Sekolah Bakal Dibuka Lagi, Haruskah Siswa dan Guru Jadi Korban Corona?

0
82
Amilatul Fauziyah/Foto : Istimewa
“Sekolah dan kampus di berbagai negeri ditutup sementara, aktivitasnya dilakukan secara daring atau online di rumah masing-masing. Hal ini dikarenakan pembelajaran tatap muka sangat rentan menyebarkan virus. Berbagai keluhan dan kendala tidak hanya disampaikan oleh siswa,”

Oleh : Amilatul Fauziyah

Jakarta | Lapan6Online : Harapan dan doa senantiasa dipanjatkan oleh umat manusia untuk kesembuhan bumi yang sedang sakit diserang pandemi. Belahan dunia manapun mendambakan kepergian virus Covid-19 secepatnya. Virus ini memaksa rakyat menerima PHK, kehilangan tempat tinggal, kelaparan, hingga melenyapkan anak dan dirinya sendiri. Tidak, para penguasalah yang harus bertanggung jawab.

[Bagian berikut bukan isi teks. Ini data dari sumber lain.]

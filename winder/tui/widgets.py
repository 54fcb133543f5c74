"""Small drawing widgets: the window section, the resistance chart, the guide
track and the fill bar. Each keeps plain data set from the UI thread and draws
itself at its current size; none of them is touched from another thread.
"""

from __future__ import annotations

from collections.abc import Sequence
from functools import lru_cache
from typing import Any

import numpy as np
from rich.segment import Segment
from rich.style import Style
from rich.text import Text
from textual.strip import Strip
from textual.widget import Widget

from winder.tui.cells import CellText
from winder.tui.chart import resistance_chart
from winder.tui.progress import Estimate, Reading, band_ratios, predicted_ohm
from winder.tui.section import window_section


def fit(text: Text, width: int, height: int) -> Text:
    """``text`` cropped to ``width`` x ``height`` cells (a drawing never wraps)."""
    lines = text.split("\n", allow_blank=True)[:max(height, 0)]
    for line in lines:
        line.truncate(max(width, 0))
    return Text("\n").join(lines)


class SectionView(Widget):
    """The bobbin window in cross-section with the planned (and wound) build."""

    DEFAULT_CSS = "SectionView { height: 1fr; min-height: 6; }"

    def __init__(self, *, id: str | None = None, classes: str | None = None):
        super().__init__(id=id, classes=classes)
        self.bobbin: Any = None
        self.planned_m = 0.0
        self.wound_m: float | None = None
        self._key: tuple | None = None

    def show(self, bobbin: Any, planned_m: float, wound_m: float | None = None) -> None:
        """Draw ``bobbin`` with builds in metres; redraws only when the picture changes.

        The wound build is drawn to 1/8 of a row, so it is compared in those steps:
        a fine wire grows the build by micrometres a turn, far below one step.
        """
        step = self._step(bobbin)
        key = (id(bobbin), planned_m, None if wound_m is None else round(wound_m / step))
        self.bobbin, self.planned_m, self.wound_m = bobbin, planned_m, wound_m
        if key != self._key:
            self._key = key
            self.refresh()

    def _step(self, bobbin: Any) -> float:
        rows = max(4, self.size.height - 2) if self.size.height else 10
        return float(bobbin.window_height_m) / rows / 8

    def on_resize(self) -> None:
        self._key = None
        self.refresh()

    def render(self) -> Text:
        if self.bobbin is None:
            return Text("no bobbin")
        w, h = self.size
        return fit(window_section(self.bobbin, self.planned_m, self.wound_m, width=w,
                                  height=h), w, h)


class ChartView(Widget):
    """Resistance against turns: the plan's predicted curve and band, readings as points."""

    DEFAULT_CSS = "ChartView { height: 1fr; min-height: 6; }"
    SAMPLES = 96

    def __init__(self, *, id: str | None = None, classes: str | None = None):
        super().__init__(id=id, classes=classes)
        self.plan: Any = None
        self.readings: list[Reading] = []
        self.now_turns: float | None = None
        self.scale = 1.0
        self._curve: tuple[np.ndarray, np.ndarray, np.ndarray, np.ndarray] | None = None
        self._key: tuple | None = None

    def set_plan(self, plan: Any) -> None:
        """Sample the plan's model once (the curve does not change while winding)."""
        self.plan = plan
        top = max(float(plan.turns), 1.0) * 1.04
        turns = np.linspace(0.0, top, self.SAMPLES)
        ohm = predicted_ohm(plan, turns)
        lo_r, hi_r = band_ratios(plan)
        self._curve = (turns, ohm, ohm * lo_r, ohm * hi_r)
        self._key = None
        self.refresh()

    def set_state(self, now_turns: float | None, readings: Sequence[Reading],
                  estimate: Estimate | None = None) -> None:
        """The count now, the readings and the calibration; redraws only on a visible change.

        The count is drawn as a dot column, so it is compared in steps of one dot
        column (the turns axis span over twice the plot width in cells).
        """
        # The curve follows the calibration: predicted x (measured / predicted).
        scale = 1.0
        if estimate is not None and estimate.calibrated and self.plan is not None:
            base = float(predicted_ohm(self.plan, max(now_turns or 0.0, 1.0)))
            scale = estimate.ohm / base if base > 0 else 1.0
        span = float(self._curve[0][-1]) if self._curve is not None else 1.0
        step = span / max(2 * (self.size.width - 11), 2)
        key = (None if now_turns is None else round(now_turns / step), len(readings),
               round(scale, 4))
        self.now_turns, self.readings, self.scale = now_turns, list(readings), scale
        if key != self._key:
            self._key = key
            self.refresh()

    def on_resize(self) -> None:
        self._key = None
        self.refresh()

    def render(self) -> Text:
        if self._curve is None:
            return Text("no plan")
        turns, ohm, lo, hi = self._curve
        w, h = self.size
        s = self.scale
        pts = [(r.turns, r.ohm) for r in self.readings]
        return fit(resistance_chart(w, h, turns_max=float(turns[-1]), curve=(turns, ohm * s),
                                    band=(lo * s, hi * s), readings=pts,
                                    now_turns=self.now_turns), w, h)


class GuideTrack(Widget):
    """A one-line picture of the traverse: flanges, usable window, where the wire goes.

    ``target_mm`` (from the schedule) is where the wire should be now; ``guide_mm``
    (from the device) is where the guide is. Both in mm from the start flange.
    """

    DEFAULT_CSS = "GuideTrack { height: 2; }"

    def __init__(self, *, id: str | None = None, classes: str | None = None):
        super().__init__(id=id, classes=classes)
        self.window_mm = 1.0
        self.ends_mm = 0.0
        self.target_mm: float | None = None
        self.guide_mm: float | None = None
        self.direction: str | None = None
        self._key: tuple | None = None

    def set_window(self, window_mm: float, ends_mm: float) -> None:
        self.window_mm, self.ends_mm = max(window_mm, 1e-6), ends_mm
        self.refresh()

    def set_position(self, target_mm: float | None, guide_mm: float | None,
                     direction: str | None) -> None:
        """Positions in mm from the start flange; redraws only when a marker moves a cell."""
        inner = max(4, self.size.width - 2)
        key = (None if target_mm is None else self._col(target_mm, inner),
               None if guide_mm is None else self._col(guide_mm, inner), direction)
        self.target_mm, self.guide_mm, self.direction = target_mm, guide_mm, direction
        if key != self._key:
            self._key = key
            self.refresh()

    def _col(self, mm: float, inner: int) -> int:
        return max(0, min(inner - 1, int(mm / self.window_mm * inner)))

    def _cells(self, inner: int) -> tuple[list[tuple[str, str]], list[str]]:
        ends = int(round(self.ends_mm / self.window_mm * inner))
        cells = [("─", "#4a5263") if (c < ends or c >= inner - ends) else ("━", "#8a94a6")
                 for c in range(inner)]
        under = [" "] * inner
        if self.guide_mm is not None:
            cells[self._col(self.guide_mm, inner)] = ("◆", "bold #c0c6d0")
        if self.target_mm is not None:
            col = self._col(self.target_mm, inner)
            arrow = {"outward": "▶", "homeward": "◀"}.get(self.direction or "", "●")
            cells[col] = (arrow, "bold #5fd7af")
            under[col] = "▲"
        return cells, under

    def render_line(self, y: int) -> Strip:
        """Line API: two lines of merged segments (cheaper than a Text per frame)."""
        width = self.size.width
        inner = max(4, width - 2)
        cells, under = self._cells(inner)
        out = CellText()
        if y == 0:
            out.append("▐", "bold #8a94a6")
            for ch, st in cells:
                out.append(ch, st)
            out.append("▌", "bold #8a94a6")
        elif y == 1:
            out.append(" " + "".join(under), "#5fd7af")
        segs = [Segment(chunk, _style(style)) for chunk, style in out.parts]
        return Strip(segs).crop_extend(0, width, self.rich_style)


@lru_cache(maxsize=64)
def _style(text: str) -> Style:
    return Style.parse(text) if text else Style()


class FillBar(Widget):
    """Build height as a share of the usable height, marked at 90 % and 100 %."""

    DEFAULT_CSS = "FillBar { height: 1; }"

    def __init__(self, *, id: str | None = None, classes: str | None = None):
        super().__init__(id=id, classes=classes)
        self.fill = 0.0
        self.planned = 0.0

    def set_fill(self, fill: float, planned: float) -> None:
        key = (round(fill, 3), round(planned, 3))
        if key != (round(self.fill, 3), round(self.planned, 3)):
            self.fill, self.planned = fill, planned
            self.refresh()

    def render(self) -> Text:
        label = f" {self.fill * 100:5.1f} %"
        width = max(10, self.size.width - len(label) - 2)
        span = 1.1                                   # the bar runs to 110 % of usable height
        col = lambda f: max(0, min(width, int(round(f / span * width))))  # noqa: E731
        n, p = col(self.fill), col(self.planned)
        warn, full = col(0.9), col(1.0)
        colour = ("#c43c3c" if self.fill >= 1.0 else "#d9a440" if self.fill >= 0.9
                  else "#5fd7af")
        out = CellText()
        out.append("[", "#8a94a6")
        for c in range(width):
            if c < n:
                out.append("█", colour)
            elif c == warn:
                out.append("╎", "#d9a440")
            elif c == full:
                out.append("┃", "#c43c3c")
            elif c < p:
                out.append("░", "#6fa8c8")
            else:
                out.append(" ")
        out.append("]", "#8a94a6")
        out.append(label, f"bold {colour}")
        return out.text()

Lembaga kesehatan internasional seperti WHO pun telah gagal menemukan solusi setidaknya dalam menekan penyebaran virus.

Berbicara pandemi maka bidang ekonomi global -yang selanjutnya berimbas pada ekonomi lokal- menjadi terdampak utama setelah nyawa jutaan manusia. Bidang pendidikan pun turut terdampak karena erat kaitannya terhadap ekonomi.

Sekolah dan kampus di berbagai negeri ditutup sementara, aktivitasnya dilakukan secara daring atau online di rumah masing-masing. Hal ini dikarenakan pembelajaran tatap muka sangat rentan menyebarkan virus. Berbagai keluhan dan kendala tidak hanya disampaikan oleh siswa, tetapi guru dan orang tua juga mengalami kesulitan yang kian bertambah.

Baru-baru ini Indonesia mendapat kabar mengejutkan bahwa sekolah akan kembali dibuka. Dirjen PAUD – Pendidikan Dasar dan Menengah Kemendikbud, Muhammad Hamid, mengatakan sedang mengkaji pembukaan sekolah pertengahan Juli 2020 di daerah yang sudah dinyatakan aman dari Covid-19.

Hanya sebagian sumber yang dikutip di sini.